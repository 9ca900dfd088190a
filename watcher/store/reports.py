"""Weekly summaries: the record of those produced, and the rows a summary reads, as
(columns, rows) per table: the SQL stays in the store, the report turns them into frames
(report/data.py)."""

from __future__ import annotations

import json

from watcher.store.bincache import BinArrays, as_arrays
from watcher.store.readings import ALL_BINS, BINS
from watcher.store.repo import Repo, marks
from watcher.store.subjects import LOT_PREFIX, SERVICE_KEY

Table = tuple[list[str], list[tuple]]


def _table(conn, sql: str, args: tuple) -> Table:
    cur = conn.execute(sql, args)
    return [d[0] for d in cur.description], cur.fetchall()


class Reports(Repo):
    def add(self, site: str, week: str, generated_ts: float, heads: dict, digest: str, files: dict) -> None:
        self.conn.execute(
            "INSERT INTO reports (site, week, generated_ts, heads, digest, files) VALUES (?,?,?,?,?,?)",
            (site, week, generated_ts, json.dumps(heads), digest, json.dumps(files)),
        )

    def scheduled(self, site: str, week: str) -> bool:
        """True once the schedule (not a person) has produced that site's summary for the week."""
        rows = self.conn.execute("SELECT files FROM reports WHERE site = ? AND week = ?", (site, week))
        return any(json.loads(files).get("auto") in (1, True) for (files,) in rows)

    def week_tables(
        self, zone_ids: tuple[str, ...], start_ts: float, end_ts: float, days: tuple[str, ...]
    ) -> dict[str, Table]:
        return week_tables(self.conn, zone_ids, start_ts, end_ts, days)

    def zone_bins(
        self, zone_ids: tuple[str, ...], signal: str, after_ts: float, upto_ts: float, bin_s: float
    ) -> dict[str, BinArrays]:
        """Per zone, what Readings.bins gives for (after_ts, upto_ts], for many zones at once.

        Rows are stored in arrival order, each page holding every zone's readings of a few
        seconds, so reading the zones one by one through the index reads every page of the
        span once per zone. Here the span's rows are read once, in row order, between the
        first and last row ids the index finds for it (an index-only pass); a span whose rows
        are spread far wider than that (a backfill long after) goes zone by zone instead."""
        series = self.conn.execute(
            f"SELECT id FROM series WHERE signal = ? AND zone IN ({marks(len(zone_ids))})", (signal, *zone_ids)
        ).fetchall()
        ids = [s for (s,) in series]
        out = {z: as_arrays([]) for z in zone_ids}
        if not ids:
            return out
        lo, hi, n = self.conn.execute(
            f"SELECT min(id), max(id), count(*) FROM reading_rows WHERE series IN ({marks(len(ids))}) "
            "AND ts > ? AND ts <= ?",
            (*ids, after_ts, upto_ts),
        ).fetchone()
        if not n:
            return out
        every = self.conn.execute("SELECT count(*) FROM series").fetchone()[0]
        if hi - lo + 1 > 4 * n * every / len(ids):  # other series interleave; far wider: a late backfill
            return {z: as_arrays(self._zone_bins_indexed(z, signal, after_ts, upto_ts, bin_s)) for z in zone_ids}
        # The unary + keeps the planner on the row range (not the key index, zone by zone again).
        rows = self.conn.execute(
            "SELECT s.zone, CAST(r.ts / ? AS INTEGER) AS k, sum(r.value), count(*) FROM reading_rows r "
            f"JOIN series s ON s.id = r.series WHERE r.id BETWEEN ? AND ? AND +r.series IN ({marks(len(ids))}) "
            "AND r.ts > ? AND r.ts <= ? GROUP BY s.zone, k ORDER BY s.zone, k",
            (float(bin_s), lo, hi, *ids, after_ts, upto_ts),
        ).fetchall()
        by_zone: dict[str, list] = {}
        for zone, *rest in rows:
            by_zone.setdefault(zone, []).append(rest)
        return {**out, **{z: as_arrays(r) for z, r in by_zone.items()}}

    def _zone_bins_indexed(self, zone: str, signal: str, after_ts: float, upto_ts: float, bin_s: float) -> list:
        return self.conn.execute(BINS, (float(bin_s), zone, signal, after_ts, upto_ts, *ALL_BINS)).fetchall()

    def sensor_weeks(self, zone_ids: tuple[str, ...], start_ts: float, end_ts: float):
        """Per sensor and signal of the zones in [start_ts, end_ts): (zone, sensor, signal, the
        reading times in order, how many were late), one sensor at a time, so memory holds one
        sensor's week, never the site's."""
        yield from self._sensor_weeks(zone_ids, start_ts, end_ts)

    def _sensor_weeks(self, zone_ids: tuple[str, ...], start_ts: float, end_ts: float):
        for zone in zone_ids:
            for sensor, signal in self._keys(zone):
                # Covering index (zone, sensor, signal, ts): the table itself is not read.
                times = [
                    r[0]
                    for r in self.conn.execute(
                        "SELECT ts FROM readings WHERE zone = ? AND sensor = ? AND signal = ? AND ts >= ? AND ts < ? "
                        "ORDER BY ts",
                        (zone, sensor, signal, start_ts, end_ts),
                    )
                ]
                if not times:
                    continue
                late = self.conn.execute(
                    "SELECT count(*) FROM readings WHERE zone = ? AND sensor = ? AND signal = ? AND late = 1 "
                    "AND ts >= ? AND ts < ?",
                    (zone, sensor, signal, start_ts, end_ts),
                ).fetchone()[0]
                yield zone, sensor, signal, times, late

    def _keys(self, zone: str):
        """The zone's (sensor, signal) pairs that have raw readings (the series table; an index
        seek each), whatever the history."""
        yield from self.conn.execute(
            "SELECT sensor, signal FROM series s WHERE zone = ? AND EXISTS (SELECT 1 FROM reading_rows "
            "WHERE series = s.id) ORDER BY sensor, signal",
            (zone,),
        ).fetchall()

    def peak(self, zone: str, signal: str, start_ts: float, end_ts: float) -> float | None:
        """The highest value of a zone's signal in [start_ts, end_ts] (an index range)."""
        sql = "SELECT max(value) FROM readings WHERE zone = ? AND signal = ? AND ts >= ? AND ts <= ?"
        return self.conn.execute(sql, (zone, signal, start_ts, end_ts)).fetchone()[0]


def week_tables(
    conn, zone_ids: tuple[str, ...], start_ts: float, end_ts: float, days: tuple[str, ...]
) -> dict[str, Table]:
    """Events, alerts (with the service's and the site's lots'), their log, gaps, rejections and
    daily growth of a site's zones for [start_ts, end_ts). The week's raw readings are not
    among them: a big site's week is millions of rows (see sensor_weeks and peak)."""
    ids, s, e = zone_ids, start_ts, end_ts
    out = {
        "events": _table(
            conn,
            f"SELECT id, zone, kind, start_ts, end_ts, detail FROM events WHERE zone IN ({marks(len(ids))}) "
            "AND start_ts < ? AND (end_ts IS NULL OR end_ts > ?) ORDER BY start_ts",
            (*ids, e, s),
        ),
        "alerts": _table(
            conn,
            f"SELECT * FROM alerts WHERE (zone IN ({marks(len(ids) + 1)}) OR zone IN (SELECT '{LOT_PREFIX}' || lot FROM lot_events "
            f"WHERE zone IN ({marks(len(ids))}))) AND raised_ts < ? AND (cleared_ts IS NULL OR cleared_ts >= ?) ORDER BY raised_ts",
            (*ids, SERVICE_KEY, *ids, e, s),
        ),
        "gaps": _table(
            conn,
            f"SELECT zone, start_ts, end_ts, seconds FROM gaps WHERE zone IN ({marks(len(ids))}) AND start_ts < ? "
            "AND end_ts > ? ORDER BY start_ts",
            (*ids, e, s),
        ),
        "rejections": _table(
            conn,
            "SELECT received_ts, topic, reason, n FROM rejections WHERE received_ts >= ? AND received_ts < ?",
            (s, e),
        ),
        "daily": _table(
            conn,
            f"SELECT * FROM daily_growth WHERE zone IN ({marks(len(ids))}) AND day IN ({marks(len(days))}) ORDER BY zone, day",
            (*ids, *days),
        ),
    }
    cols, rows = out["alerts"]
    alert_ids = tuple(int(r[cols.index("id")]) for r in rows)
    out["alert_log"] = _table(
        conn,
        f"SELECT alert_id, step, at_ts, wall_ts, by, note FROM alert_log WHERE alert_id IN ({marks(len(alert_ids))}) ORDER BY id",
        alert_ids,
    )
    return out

------------------------------------------------------------

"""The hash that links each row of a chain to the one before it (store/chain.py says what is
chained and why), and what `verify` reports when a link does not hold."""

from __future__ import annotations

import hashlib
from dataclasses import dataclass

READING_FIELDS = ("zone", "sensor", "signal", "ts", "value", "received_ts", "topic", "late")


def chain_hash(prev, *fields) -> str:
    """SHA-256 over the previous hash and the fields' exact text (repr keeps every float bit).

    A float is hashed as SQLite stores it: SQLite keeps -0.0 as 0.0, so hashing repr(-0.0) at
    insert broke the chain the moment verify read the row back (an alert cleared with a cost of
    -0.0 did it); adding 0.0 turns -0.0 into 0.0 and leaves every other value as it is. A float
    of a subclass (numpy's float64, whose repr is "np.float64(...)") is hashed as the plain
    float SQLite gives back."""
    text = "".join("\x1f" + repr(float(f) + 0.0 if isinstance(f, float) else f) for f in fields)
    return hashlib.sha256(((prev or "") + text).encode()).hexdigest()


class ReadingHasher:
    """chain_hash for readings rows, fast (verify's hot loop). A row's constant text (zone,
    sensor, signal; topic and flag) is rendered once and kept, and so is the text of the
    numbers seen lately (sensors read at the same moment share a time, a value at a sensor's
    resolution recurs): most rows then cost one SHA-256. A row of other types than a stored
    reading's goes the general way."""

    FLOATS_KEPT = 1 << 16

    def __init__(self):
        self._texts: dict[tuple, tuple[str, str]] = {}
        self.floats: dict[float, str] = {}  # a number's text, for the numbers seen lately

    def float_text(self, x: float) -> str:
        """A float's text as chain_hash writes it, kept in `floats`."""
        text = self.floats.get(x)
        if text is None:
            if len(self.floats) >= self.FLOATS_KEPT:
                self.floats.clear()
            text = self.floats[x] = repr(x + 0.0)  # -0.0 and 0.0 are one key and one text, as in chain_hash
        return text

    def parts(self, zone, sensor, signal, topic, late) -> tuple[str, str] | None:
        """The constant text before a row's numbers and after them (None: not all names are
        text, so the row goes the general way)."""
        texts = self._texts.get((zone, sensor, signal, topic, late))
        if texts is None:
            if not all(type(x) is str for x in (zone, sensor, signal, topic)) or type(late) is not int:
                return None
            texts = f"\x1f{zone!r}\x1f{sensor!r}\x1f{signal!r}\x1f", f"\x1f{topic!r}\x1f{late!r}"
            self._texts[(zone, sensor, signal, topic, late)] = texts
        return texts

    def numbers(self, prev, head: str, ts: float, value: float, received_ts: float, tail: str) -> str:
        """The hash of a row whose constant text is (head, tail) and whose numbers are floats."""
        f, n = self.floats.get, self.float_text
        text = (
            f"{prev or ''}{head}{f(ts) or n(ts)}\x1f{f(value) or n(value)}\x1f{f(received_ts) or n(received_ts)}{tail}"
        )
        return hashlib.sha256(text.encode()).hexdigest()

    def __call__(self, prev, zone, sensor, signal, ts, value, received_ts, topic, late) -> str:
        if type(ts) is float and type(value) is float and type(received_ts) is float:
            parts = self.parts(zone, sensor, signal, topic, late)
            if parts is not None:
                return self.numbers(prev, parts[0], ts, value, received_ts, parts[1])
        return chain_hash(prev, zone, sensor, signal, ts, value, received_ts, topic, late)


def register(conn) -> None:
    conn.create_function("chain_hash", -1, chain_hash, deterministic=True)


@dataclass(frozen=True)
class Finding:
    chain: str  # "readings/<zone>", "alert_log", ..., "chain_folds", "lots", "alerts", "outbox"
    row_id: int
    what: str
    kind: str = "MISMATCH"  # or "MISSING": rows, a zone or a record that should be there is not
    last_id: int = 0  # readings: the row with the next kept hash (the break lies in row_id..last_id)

------------------------------------------------------------

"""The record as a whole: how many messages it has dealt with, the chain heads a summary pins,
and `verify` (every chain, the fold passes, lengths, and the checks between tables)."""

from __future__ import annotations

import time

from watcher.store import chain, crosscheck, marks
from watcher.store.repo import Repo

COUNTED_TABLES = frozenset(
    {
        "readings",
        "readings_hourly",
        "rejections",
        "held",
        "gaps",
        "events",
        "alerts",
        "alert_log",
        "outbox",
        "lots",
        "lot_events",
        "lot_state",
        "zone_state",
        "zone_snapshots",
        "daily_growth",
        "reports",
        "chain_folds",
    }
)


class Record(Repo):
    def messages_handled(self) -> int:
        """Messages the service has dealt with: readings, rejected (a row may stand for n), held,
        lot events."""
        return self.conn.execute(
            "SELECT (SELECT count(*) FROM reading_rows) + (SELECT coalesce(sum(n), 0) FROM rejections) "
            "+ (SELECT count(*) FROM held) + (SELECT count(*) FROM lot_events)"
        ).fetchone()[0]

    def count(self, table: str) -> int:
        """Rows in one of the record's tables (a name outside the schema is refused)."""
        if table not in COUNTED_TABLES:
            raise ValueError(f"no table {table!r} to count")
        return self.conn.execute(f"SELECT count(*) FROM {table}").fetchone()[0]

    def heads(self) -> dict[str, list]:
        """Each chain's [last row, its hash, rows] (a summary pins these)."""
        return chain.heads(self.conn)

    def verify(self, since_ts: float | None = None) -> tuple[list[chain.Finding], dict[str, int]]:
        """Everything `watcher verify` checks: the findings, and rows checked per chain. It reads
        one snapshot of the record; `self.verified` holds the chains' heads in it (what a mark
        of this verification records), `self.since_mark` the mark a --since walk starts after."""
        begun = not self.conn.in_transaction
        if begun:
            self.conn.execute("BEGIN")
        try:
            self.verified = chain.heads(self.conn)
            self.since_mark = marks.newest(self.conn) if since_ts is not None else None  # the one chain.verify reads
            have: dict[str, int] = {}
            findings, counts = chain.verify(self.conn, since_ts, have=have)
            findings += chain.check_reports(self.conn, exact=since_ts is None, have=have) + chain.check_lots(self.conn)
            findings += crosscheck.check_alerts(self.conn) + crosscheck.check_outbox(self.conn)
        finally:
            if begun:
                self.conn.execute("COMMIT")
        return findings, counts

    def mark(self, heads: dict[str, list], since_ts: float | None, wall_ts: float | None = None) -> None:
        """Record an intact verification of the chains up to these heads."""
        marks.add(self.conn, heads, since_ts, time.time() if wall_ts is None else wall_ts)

------------------------------------------------------------

What is expected – Give back, unchanged, the run of lines in the listing above that begins at the line containing "repository 9ca900dfd088190a" and ends at the line containing "return [d[0] for", both included.

Solution to the exercise –
repository 9ca900dfd088190a
filename watcher/store/reports.py
"""Weekly summaries: the record of those produced, and the rows a summary reads, as
(columns, rows) per table: the SQL stays in the store, the report turns them into frames
(report/data.py)."""

from __future__ import annotations

import json

from watcher.store.bincache import BinArrays, as_arrays
from watcher.store.readings import ALL_BINS, BINS
from watcher.store.repo import Repo, marks
from watcher.store.subjects import LOT_PREFIX, SERVICE_KEY

Table = tuple[list[str], list[tuple]]


def _table(conn, sql: str, args: tuple) -> Table:
    cur = conn.execute(sql, args)
    return [d[0] for d in cur.description], cur.fetchall()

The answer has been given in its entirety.